Ist die Brandmauer gegen die AfD ein demokratisches Eigentor? Lesen Sie jetzt hierzu unseren Leitartikel von Holger Korsten.

Die politische Landschaft Deutschlands ist seit Jahren von einer strikten Abgrenzung gegenüber der Alternative für Deutschland (AfD) geprägt. Die sogenannten „demokratischen Parteien“ haben eine Brandmauer errichtet, die jegliche Zusammenarbeit mit der AfD kategorisch ausschließt. Doch was passiert, wenn diese Strategie nicht nur die AfD isoliert, sondern auch die demokratische Arbeit im Bundestag selbst blockiert? Was, wenn die AfD durch geschickte politische Taktik plötzlich die Fähigkeit erhält, über die Einbringung oder Ablehnung von Gesetzesanträgen zu bestimmen – nicht durch eigene Mehrheiten, sondern allein durch ihre Zustimmung?

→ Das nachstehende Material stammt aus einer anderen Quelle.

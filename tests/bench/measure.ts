/** Median, least and greatest of several runs, in milliseconds. */
export interface Timing {
  medianMs: number;
  leastMs: number;
  greatestMs: number;
}

/** Runs of each that are not counted. */
export const WARM_UPS = 3;

/** Two things in turn, A B A B …, so that a drift of the machine's speed meets both alike. */
export async function inTurn(
  runs: number,
  first: () => unknown | Promise<unknown>,
  second: () => unknown | Promise<unknown>,
): Promise<{ first: Timing; second: Timing; ratio: number }> {
  const times: [number[], number[]] = [[], []];
  for (let run = -WARM_UPS; run < runs; run += 1) {
    for (const [index, act] of [first, second].entries()) {
      const start = performance.now();
      await act();
      if (run >= 0) times[index]?.push(performance.now() - start);
    }
  }
  const [a, b] = [timingOf(times[0]), timingOf(times[1])];
  return { first: a, second: b, ratio: a.medianMs / b.medianMs };
}

export function timingOf(times: number[]): Timing {
  const sorted = [...times].sort((a, b) => a - b);
  const at = (share: number) => sorted[Math.min(sorted.length - 1, Math.floor(sorted.length * share))] ?? 0;
  return { medianMs: at(0.5), leastMs: at(0), greatestMs: at(1) };
}

export function told({ medianMs, leastMs, greatestMs }: Timing): string {
  return `${medianMs.toFixed(2)} ms (${leastMs.toFixed(2)} to ${greatestMs.toFixed(2)})`;
}
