import type { Analysis } from '../engine/analysis';
import { indexRecord } from '../engine/analysis-index';
import type { MixRecord } from '../record';
import { checkAggregateGravities } from './check-aggregate-gravities';
import { checkDates } from './check-dates';
import { checkDesignPoint } from './check-design-point';
import { checkGradations } from './check-gradations';
import { checkReplicates } from './check-replicates';
import { checkReported } from './check-reported';
import { checkSpecimens } from './check-specimens';
import type { ConsistencyInput, ConsistencyObservation } from './consistency-observation';

/**
 * What cannot be, does not add up or looks wrong in a record, whatever the specification says. Breaches only: data
 * in order is not reported. Each name and subject comes once, so that it can be a finding's key.
 */
export function checkConsistency(record: MixRecord, analysis: Analysis): ConsistencyObservation[] {
  const input: ConsistencyInput = { record, analysis, index: indexRecord(record, 'contractor') };
  const observations = [
    ...checkAggregateGravities(input),
    ...checkSpecimens(input),
    ...checkGradations(input),
    ...checkReplicates(input),
    ...checkReported(input),
    ...checkDesignPoint(input),
    ...checkDates(input),
  ];
  return [
    ...new Map(observations.toReversed().map((each) => [`${each.name}~${each.subject}`, each])).values(),
  ].reverse();
}
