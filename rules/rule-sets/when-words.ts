import type { EditionView } from './edition-view';
import type { Comparison, Condition } from './when';
import { andList, numberWords, orList, quantityPhrase, uncapitalised, withUnit } from './words';

/** "Applies where course is surface and design traffic is at least 3 million ESAL." */
export function conditionSentence(condition: Condition | undefined, view: EditionView): string {
  if (condition === undefined) return 'Always applies.';
  return `Applies where ${conditionClause(condition, view)}.`;
}

/** The condition without a verb of its own, for use inside a sentence. */
export function conditionClause(condition: Condition, view: EditionView, nested = false): string {
  if ('all' in condition) return grouped(condition.all, 'and', view, nested);
  if ('any' in condition) return grouped(condition.any, 'or', view, nested);
  if ('not' in condition) return `it is not so that ${conditionClause(condition.not, view, true)}`;
  return comparisonClause(condition, view);
}

function grouped(conditions: Condition[], word: 'and' | 'or', view: EditionView, nested: boolean): string {
  const clauses = conditions.map((each) => conditionClause(each, view, conditions.length > 1));
  const text = word === 'and' ? andList(clauses) : orList(clauses);
  if (!nested || conditions.length === 1) return text;
  return word === 'or' ? `either ${text}` : `both ${text}`;
}

function comparisonClause(comparison: Comparison, view: EditionView): string {
  const values = [comparison.value].flat().map((value) => valueWords(comparison, value, view));
  return `${factLabel(comparison, view)} ${factVerb(comparison, view)} ${operatorWords(comparison.operator, values)}`;
}

/** "design traffic" */
export function factLabel(comparison: Comparison, view: EditionView): string {
  if (comparison.fact !== 'quantity') return uncapitalised(view.attributeLabel(comparison.fact));
  const { quantity: id = '', at = {} } = comparison.params ?? {};
  const quantity = view.quantity(id);
  return quantity ? quantityPhrase(quantity, at) : id;
}

function factVerb(comparison: Comparison, view: EditionView): string {
  const isPlural = comparison.fact === 'quantity' && view.quantity(comparison.params?.quantity ?? '')?.plural;
  return isPlural ? 'are' : 'is';
}

function valueWords(comparison: Comparison, value: string | number | boolean, view: EditionView): string {
  if (typeof value === 'boolean') return value ? 'so' : 'not so';
  if (typeof value === 'string') return allowedLabel(comparison.fact, value, view);
  const unit =
    comparison.fact === 'quantity'
      ? view.quantity(comparison.params?.quantity ?? '')?.unit
      : view.attribute(comparison.fact)?.unit;
  return withUnit(numberWords(value), unit ?? '');
}

/** A closed value under its own label where the edition gives one. */
export function allowedLabel(attributeName: string, value: string, view: EditionView): string {
  const entry = view
    .attribute(attributeName)
    ?.values?.find((each) => typeof each === 'object' && each.value === value);
  return typeof entry === 'object' && entry.label !== undefined ? entry.label : value;
}

function operatorWords(operator: Comparison['operator'], values: string[]): string {
  const first = values[0] ?? '';
  switch (operator) {
    case 'equal':
      return first;
    case 'notEqual':
      return `not ${first}`;
    case 'in':
      return orList(values);
    case 'notIn':
      return `neither ${values.join(' nor ')}`;
    case 'lessThan':
      return `less than ${first}`;
    case 'lessThanInclusive':
      return `at most ${first}`;
    case 'greaterThan':
      return `more than ${first}`;
    case 'greaterThanInclusive':
      return `at least ${first}`;
  }
}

Das paradoxe Vetorecht der AfD

Stellen wir uns eine Situation vor: Die SPD bringt einen Antrag in den Bundestag ein, etwa zur Verbesserung der Pflegeversorgung oder zur Reform des Steuerrechts. Nun kündigt die AfD an, diesem Antrag zuzustimmen. Wenn die SPD sich konsequent an die Brandmauer hält, müsste sie ihren eigenen Antrag zurückziehen, um zu verhindern, dass die AfD durch Zustimmung indirekt Einfluss nimmt.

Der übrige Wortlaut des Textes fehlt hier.